## Work instructions:
Repeat exactly the lines of the entries below from the one with "filename tests/conftest.py" through the one with "return _write", both ends included, and nothing else.

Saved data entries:
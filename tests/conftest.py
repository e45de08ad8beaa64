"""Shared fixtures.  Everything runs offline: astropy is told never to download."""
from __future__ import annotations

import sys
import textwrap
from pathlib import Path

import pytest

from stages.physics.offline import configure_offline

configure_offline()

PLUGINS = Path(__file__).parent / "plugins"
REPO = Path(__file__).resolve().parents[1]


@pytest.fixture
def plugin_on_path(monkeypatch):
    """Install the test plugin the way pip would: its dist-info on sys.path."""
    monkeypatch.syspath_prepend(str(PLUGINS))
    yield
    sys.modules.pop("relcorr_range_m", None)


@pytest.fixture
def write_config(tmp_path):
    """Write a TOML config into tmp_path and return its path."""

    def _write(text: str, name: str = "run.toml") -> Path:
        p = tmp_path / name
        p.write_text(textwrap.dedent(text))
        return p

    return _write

--

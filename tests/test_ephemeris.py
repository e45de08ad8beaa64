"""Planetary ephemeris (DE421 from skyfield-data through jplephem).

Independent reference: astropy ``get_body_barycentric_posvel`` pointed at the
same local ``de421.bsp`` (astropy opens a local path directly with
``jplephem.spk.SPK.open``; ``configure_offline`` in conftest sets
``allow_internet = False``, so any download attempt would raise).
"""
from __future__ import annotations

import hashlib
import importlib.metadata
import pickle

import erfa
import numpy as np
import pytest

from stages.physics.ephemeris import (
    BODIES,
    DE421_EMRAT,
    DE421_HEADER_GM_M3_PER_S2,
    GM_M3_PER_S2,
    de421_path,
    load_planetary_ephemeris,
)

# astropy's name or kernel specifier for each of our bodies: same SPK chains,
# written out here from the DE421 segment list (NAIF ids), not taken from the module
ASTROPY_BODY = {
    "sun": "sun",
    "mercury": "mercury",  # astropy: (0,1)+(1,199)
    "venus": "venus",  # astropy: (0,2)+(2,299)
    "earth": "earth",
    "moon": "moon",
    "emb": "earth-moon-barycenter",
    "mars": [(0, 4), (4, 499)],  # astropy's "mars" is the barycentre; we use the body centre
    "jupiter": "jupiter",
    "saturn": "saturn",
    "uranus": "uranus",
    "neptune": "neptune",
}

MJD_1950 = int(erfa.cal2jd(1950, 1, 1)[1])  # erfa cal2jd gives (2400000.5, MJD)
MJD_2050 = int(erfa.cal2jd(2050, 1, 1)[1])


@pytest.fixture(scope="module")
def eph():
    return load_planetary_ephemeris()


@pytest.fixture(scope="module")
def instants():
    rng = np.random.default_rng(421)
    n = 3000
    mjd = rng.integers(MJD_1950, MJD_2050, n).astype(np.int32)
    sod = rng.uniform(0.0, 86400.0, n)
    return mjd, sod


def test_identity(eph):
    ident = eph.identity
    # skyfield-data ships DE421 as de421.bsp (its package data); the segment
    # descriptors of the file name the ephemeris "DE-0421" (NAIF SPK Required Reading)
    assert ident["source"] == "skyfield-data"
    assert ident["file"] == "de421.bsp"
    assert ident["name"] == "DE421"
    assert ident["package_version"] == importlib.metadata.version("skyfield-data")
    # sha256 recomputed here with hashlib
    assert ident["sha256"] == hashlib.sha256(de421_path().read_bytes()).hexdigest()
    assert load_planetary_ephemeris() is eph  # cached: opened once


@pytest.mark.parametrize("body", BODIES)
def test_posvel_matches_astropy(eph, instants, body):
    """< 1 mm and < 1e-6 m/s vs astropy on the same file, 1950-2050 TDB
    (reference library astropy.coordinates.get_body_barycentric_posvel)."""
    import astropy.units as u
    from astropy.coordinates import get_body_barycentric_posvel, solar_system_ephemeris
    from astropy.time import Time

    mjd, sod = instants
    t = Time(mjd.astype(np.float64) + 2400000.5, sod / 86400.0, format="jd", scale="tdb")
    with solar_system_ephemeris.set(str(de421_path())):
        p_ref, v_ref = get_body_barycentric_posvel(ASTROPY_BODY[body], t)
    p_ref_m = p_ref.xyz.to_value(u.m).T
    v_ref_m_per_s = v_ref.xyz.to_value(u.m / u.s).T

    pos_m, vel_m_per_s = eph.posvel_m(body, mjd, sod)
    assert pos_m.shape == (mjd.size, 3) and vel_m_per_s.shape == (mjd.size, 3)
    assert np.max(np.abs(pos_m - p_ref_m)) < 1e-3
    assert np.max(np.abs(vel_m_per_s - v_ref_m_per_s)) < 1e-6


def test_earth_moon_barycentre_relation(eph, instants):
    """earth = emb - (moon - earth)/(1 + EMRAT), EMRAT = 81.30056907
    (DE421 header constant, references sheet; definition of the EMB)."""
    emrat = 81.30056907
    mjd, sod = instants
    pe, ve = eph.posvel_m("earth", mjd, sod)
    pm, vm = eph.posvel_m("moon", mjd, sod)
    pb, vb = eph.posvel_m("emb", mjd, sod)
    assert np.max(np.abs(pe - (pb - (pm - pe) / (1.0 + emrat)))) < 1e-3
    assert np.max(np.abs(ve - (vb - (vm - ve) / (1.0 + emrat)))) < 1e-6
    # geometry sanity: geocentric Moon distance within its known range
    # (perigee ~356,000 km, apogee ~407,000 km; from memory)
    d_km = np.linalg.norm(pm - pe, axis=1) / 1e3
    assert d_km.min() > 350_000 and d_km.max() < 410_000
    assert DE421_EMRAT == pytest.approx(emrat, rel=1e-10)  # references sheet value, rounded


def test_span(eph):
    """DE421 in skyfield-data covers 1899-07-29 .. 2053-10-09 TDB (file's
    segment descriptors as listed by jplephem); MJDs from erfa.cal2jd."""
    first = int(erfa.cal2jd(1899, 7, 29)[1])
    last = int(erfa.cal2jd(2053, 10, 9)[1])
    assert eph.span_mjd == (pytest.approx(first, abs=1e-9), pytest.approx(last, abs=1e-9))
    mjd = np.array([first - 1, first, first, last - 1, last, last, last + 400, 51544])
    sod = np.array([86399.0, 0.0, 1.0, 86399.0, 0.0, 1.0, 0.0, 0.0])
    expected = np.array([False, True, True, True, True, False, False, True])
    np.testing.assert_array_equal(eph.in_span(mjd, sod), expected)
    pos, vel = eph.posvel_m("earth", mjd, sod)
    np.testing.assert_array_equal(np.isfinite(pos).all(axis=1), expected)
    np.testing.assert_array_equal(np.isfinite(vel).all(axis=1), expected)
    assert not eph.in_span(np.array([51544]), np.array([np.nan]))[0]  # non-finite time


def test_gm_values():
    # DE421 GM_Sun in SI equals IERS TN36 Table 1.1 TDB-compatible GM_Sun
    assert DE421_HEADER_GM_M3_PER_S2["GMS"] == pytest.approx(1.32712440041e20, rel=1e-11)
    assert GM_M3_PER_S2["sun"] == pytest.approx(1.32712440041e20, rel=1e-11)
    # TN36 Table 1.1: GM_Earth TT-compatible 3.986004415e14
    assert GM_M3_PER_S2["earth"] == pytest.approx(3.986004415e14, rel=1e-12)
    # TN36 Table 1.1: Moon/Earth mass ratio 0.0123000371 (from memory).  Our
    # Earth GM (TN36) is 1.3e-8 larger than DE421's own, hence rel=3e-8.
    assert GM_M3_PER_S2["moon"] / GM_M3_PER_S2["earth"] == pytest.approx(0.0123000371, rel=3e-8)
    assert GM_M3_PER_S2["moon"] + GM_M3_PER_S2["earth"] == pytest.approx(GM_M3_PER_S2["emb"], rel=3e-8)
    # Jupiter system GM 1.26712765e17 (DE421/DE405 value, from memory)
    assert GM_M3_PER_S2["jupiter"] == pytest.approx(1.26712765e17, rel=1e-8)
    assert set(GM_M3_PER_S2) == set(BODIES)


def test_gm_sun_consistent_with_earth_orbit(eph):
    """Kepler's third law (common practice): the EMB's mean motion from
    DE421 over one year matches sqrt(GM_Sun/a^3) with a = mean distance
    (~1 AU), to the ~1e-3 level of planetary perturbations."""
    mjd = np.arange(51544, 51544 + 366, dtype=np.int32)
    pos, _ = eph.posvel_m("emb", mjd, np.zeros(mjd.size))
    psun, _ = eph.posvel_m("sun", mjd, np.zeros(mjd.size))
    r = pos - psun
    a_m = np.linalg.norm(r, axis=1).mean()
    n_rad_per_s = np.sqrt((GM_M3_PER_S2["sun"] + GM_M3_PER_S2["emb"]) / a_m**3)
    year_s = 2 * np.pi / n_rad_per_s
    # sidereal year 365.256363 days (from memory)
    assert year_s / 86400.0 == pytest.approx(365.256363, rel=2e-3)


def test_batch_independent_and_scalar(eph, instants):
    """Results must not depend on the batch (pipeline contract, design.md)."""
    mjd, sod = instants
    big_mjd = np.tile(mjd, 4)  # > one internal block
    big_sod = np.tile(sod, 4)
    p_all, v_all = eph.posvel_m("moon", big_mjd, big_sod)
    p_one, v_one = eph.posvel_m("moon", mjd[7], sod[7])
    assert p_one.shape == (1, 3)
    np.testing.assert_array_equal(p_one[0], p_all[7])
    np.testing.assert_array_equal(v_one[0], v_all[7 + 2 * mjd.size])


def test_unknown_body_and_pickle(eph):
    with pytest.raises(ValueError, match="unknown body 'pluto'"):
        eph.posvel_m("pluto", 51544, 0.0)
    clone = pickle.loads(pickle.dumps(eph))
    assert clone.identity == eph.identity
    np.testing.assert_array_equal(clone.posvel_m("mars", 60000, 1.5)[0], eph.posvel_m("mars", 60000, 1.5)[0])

==

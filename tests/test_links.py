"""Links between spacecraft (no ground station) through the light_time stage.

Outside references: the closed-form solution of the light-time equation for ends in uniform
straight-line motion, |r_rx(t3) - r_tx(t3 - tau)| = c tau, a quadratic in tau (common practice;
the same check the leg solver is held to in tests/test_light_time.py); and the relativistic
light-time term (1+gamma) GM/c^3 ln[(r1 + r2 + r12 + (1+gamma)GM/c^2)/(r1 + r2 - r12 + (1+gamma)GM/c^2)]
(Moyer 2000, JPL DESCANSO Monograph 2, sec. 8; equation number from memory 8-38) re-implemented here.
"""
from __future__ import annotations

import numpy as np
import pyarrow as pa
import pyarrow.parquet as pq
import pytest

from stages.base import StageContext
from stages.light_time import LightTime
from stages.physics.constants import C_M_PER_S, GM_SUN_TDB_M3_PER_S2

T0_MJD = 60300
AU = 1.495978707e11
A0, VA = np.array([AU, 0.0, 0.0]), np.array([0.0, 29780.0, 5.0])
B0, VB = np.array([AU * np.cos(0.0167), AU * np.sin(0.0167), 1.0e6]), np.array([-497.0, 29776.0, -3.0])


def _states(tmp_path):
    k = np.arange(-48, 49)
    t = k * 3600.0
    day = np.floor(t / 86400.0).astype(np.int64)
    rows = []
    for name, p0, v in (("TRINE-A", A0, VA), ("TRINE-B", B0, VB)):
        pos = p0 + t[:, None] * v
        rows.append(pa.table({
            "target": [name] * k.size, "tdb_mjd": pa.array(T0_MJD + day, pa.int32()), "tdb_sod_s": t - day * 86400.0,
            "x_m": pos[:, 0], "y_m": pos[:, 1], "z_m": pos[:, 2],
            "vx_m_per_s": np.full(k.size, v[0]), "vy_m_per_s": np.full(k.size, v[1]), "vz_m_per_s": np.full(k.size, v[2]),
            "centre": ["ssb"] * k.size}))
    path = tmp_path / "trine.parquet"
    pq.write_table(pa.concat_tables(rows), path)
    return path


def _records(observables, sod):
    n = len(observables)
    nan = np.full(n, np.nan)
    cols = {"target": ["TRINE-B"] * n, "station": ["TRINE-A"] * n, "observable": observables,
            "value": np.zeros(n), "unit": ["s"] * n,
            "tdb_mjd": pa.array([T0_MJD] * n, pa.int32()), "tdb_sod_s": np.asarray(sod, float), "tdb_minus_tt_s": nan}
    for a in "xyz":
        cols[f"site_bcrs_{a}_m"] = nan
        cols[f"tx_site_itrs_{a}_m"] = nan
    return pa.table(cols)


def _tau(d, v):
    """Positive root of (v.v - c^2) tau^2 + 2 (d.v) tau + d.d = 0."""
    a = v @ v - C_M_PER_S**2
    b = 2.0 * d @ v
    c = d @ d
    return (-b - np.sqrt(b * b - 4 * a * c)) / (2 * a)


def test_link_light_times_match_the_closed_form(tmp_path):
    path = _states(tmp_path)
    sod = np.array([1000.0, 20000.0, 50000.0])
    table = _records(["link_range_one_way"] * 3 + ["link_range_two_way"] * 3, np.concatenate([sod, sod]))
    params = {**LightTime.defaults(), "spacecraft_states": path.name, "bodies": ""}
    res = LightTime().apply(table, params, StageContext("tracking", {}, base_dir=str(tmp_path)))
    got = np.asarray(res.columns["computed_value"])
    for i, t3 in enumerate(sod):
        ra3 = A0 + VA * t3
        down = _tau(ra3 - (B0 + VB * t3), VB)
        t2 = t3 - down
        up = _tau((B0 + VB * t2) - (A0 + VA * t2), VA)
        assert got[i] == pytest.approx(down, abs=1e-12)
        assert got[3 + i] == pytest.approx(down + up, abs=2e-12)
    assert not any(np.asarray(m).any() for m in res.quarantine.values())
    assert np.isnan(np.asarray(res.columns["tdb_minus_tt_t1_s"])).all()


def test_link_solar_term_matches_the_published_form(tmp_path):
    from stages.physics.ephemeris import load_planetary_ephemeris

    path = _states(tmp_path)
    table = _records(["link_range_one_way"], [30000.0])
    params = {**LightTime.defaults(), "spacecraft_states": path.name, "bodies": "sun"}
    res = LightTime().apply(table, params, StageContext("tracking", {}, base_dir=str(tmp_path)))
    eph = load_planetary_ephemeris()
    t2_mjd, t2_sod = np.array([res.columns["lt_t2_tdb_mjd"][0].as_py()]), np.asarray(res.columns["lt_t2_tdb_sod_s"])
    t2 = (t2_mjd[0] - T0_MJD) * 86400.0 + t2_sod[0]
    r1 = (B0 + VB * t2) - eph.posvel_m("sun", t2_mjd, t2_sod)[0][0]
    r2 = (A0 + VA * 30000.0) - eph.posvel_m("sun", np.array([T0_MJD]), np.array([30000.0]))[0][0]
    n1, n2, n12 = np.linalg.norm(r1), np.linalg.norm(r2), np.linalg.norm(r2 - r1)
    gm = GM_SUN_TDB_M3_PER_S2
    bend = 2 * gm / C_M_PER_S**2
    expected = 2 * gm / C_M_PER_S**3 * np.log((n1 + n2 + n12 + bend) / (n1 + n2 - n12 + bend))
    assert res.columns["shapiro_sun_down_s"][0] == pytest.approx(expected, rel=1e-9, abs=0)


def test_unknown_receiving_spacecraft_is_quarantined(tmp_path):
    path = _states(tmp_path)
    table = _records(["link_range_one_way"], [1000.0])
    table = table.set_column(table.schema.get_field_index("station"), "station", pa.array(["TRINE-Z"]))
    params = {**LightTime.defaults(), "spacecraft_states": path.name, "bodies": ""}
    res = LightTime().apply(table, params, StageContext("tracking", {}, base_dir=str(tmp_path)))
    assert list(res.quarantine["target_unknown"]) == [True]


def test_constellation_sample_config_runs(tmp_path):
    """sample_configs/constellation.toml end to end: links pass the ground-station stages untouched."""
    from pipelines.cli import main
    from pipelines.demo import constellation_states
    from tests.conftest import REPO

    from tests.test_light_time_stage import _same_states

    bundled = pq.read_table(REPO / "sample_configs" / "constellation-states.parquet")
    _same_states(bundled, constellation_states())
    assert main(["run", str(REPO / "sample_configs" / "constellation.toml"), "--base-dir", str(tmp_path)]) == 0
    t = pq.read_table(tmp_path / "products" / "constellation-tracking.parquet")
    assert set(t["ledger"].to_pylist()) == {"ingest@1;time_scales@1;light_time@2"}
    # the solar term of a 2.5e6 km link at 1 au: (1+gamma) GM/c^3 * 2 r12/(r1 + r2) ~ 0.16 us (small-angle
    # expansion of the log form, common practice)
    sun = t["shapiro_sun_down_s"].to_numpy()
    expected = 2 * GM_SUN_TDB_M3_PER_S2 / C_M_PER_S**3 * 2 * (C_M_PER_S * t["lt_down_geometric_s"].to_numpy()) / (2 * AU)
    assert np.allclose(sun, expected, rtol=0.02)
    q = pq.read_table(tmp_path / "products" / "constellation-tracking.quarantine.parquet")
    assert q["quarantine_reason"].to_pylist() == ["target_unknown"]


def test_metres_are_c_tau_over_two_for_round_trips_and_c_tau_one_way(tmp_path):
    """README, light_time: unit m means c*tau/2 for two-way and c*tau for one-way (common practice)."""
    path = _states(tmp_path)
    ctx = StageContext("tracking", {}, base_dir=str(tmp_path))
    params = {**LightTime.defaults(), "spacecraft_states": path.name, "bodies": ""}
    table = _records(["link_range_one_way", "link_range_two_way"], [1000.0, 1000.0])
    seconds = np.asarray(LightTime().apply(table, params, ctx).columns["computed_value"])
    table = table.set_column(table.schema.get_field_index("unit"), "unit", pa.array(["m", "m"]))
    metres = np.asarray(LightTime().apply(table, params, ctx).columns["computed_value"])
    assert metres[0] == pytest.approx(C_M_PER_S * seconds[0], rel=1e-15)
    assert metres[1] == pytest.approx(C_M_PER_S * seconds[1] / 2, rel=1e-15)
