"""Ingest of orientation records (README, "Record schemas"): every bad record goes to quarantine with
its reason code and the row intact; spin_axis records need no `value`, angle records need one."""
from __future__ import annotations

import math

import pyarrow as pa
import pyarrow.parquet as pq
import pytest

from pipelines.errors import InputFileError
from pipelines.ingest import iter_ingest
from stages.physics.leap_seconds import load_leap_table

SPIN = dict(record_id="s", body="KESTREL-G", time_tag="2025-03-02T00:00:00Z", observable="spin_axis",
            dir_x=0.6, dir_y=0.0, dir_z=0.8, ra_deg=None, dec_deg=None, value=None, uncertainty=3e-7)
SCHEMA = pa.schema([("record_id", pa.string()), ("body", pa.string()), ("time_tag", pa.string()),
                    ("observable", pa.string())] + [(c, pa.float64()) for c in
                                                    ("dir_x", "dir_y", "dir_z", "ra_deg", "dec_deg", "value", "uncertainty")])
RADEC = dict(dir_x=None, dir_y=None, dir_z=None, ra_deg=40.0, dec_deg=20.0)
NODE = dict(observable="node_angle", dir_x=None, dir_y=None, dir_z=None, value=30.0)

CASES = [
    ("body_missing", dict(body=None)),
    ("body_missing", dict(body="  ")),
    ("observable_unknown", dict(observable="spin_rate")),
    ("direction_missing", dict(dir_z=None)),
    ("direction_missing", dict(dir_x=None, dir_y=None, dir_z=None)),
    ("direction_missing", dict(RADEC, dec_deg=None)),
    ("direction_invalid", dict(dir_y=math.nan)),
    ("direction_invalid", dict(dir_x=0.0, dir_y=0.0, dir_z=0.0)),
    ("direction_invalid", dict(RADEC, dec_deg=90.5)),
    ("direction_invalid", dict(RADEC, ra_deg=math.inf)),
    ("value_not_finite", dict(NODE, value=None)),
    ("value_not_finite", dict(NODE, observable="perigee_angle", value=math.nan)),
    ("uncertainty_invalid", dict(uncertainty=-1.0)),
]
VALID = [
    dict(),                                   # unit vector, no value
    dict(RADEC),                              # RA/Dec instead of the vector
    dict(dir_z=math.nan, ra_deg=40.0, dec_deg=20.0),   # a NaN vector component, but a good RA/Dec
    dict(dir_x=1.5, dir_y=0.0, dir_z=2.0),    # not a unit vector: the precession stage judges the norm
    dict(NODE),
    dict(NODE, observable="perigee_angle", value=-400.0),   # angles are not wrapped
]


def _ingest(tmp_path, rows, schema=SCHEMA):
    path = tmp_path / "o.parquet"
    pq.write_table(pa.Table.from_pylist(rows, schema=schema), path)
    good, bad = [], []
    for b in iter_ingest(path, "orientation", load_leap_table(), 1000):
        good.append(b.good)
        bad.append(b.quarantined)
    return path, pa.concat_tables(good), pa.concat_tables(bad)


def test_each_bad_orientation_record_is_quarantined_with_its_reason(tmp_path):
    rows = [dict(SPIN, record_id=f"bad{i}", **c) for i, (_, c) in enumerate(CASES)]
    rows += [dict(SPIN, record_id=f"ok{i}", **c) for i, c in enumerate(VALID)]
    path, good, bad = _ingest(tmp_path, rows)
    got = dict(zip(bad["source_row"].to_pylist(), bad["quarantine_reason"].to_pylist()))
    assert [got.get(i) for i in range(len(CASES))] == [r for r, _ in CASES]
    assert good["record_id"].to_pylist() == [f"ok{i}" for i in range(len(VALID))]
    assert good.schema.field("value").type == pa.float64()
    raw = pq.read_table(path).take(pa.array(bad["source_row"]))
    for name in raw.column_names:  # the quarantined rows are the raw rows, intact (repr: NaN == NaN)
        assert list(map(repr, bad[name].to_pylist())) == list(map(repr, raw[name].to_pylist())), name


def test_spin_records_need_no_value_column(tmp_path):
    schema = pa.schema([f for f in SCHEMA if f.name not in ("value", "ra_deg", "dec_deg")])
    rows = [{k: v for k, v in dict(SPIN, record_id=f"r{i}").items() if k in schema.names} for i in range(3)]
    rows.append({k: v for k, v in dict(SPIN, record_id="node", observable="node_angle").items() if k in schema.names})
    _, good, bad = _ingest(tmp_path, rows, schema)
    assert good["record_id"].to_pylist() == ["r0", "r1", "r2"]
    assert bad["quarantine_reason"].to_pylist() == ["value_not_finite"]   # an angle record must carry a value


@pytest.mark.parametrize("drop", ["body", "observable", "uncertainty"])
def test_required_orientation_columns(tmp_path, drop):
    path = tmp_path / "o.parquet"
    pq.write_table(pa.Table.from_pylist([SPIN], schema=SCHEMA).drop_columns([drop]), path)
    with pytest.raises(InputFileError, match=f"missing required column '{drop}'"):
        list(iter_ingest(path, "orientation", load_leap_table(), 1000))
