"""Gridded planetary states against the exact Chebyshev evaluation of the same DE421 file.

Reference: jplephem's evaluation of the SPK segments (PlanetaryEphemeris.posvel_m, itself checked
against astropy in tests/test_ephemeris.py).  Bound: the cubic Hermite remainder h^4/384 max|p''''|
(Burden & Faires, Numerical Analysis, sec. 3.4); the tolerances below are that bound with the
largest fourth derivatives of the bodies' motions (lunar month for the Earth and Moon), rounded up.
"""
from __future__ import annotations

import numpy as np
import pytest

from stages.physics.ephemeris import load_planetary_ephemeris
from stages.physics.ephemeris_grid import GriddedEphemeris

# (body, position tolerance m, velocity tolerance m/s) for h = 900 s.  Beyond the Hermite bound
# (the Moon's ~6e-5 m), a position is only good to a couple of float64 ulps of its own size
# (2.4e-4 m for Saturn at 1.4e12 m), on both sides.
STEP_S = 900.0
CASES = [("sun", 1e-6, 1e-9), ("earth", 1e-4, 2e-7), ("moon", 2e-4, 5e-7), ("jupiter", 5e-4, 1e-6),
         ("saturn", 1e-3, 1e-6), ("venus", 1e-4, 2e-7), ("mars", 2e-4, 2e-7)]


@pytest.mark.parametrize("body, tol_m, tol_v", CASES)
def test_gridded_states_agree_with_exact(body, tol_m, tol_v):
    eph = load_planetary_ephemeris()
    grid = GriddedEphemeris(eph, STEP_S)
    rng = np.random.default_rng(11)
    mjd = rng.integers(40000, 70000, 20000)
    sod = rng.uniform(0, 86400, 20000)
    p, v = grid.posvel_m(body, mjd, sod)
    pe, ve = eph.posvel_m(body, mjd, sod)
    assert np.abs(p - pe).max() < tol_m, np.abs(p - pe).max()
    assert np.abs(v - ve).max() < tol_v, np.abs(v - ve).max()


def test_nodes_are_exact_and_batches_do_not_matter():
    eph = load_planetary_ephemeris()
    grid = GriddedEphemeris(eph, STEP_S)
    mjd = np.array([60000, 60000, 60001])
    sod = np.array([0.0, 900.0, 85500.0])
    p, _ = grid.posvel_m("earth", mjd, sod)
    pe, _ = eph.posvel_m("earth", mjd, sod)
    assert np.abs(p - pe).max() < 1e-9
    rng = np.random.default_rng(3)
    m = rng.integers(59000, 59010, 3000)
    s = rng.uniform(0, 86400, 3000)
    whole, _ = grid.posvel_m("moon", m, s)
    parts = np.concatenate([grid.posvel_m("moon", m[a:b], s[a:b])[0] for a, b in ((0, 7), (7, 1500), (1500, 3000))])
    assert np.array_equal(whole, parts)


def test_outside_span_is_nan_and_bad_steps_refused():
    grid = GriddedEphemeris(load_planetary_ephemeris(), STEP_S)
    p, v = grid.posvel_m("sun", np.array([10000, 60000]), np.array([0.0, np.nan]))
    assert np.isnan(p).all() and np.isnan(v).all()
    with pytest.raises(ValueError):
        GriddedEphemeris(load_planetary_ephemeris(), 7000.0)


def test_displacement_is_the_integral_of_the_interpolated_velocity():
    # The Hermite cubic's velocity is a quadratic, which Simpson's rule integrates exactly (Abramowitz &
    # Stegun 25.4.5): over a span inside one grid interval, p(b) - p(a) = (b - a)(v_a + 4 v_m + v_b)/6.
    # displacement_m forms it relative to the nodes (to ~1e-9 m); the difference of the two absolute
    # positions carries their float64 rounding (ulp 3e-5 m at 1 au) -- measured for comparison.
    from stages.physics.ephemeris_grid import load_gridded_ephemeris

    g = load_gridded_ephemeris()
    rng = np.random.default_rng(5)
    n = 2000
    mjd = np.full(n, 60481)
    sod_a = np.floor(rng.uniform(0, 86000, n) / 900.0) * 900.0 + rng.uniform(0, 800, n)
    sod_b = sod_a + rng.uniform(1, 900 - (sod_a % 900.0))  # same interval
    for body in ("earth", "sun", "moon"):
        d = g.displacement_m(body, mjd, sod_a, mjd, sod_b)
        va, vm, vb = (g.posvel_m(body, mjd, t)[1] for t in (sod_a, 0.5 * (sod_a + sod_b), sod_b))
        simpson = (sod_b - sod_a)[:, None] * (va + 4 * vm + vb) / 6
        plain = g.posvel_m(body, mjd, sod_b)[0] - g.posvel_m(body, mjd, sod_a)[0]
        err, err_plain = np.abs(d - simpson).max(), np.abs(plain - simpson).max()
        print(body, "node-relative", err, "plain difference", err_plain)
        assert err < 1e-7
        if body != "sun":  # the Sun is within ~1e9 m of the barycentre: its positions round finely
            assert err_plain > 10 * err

## Result:
filename tests/conftest.py
repository e45de08ad8beaa64
"""Shared fixtures.  Everything runs offline: astropy is told never to download."""
from __future__ import annotations

import sys
import textwrap
from pathlib import Path

import pytest

from stages.physics.offline import configure_offline

configure_offline()

PLUGINS = Path(__file__).parent / "plugins"
REPO = Path(__file__).resolve().parents[1]


@pytest.fixture
def plugin_on_path(monkeypatch):
    """Install the test plugin the way pip would: its dist-info on sys.path."""
    monkeypatch.syspath_prepend(str(PLUGINS))
    yield
    sys.modules.pop("relcorr_range_m", None)


@pytest.fixture
def write_config(tmp_path):
    """Write a TOML config into tmp_path and return its path."""

    def _write(text: str, name: str = "run.toml") -> Path:
        p = tmp_path / name
        p.write_text(textwrap.dedent(text))
        return p

    return _write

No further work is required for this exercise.